TO DO:
Copy each line of the entries below that contains the string "toBeUndefined".

Collected data entries:

┌──

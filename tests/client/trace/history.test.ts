import { describe, expect, it } from 'vitest';
import { createHistory } from '../../../src/components/trace/history';

describe('createHistory', () => {
  it('undoes edits in reverse order and redoes them forward when asked', () => {
    const h = createHistory<string[]>();
    let state: string[] = [];
    const edit = (next: string[], label: string) => {
      h.record(state, label);
      state = next;
    };
    edit(['a'], 'place a');
    edit(['a', 'b'], 'place b');
    edit(['b'], 'delete a');
    expect(h.undoLabel()).toBe('delete a');

    state = h.undo(state) ?? state;
    expect(state).toEqual(['a', 'b']);
    state = h.undo(state) ?? state;
    expect(state).toEqual(['a']);
    expect(h.canRedo()).toBe(true);
    state = h.redo(state) ?? state;
    expect(state).toEqual(['a', 'b']);
    state = h.redo(state) ?? state;
    expect(state).toEqual(['b']);
    expect(h.canRedo()).toBe(false);
  });

  it('returns undefined and keeps the state when there is nothing to undo or redo', () => {
    const h = createHistory<number>();
    expect(h.undo(5)).toBeUndefined();
    expect(h.redo(5)).toBeUndefined();
    expect(h.canUndo()).toBe(false);
  });

  it('drops the redo side when a new edit follows an undo', () => {
    const h = createHistory<number>();
    h.record(0);
    h.record(1);
    const back = h.undo(2);
    expect(back).toBe(1);
    h.record(1, 'other');
    expect(h.canRedo()).toBe(false);
    expect(h.undo(7)).toBe(1);
    expect(h.undo(1)).toBe(0);
  });

  it('forgets the oldest edits when the limit is reached', () => {
    const h = createHistory<number>(3);
    for (let i = 0; i < 10; i += 1) h.record(i);
    expect(h.size()).toBe(3);
    expect(h.undo(10)).toBe(9);
    expect(h.undo(9)).toBe(8);
    expect(h.undo(8)).toBe(7);
    expect(h.undo(7)).toBeUndefined();
  });

  it('refuses a limit below one when created', () => {
    expect(() => createHistory(0)).toThrow(/at least 1/);
  });

  it('empties both sides when cleared', () => {
    const h = createHistory<number>();
    h.record(1);
    h.undo(2);
    h.clear();
    expect(h.canUndo()).toBe(false);
    expect(h.canRedo()).toBe(false);
  });
});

└──

ANSWER TO THIS EXERCISE:
    expect(h.undo(5)).toBeUndefined();
    expect(h.redo(5)).toBeUndefined();
    expect(h.undo(7)).toBeUndefined();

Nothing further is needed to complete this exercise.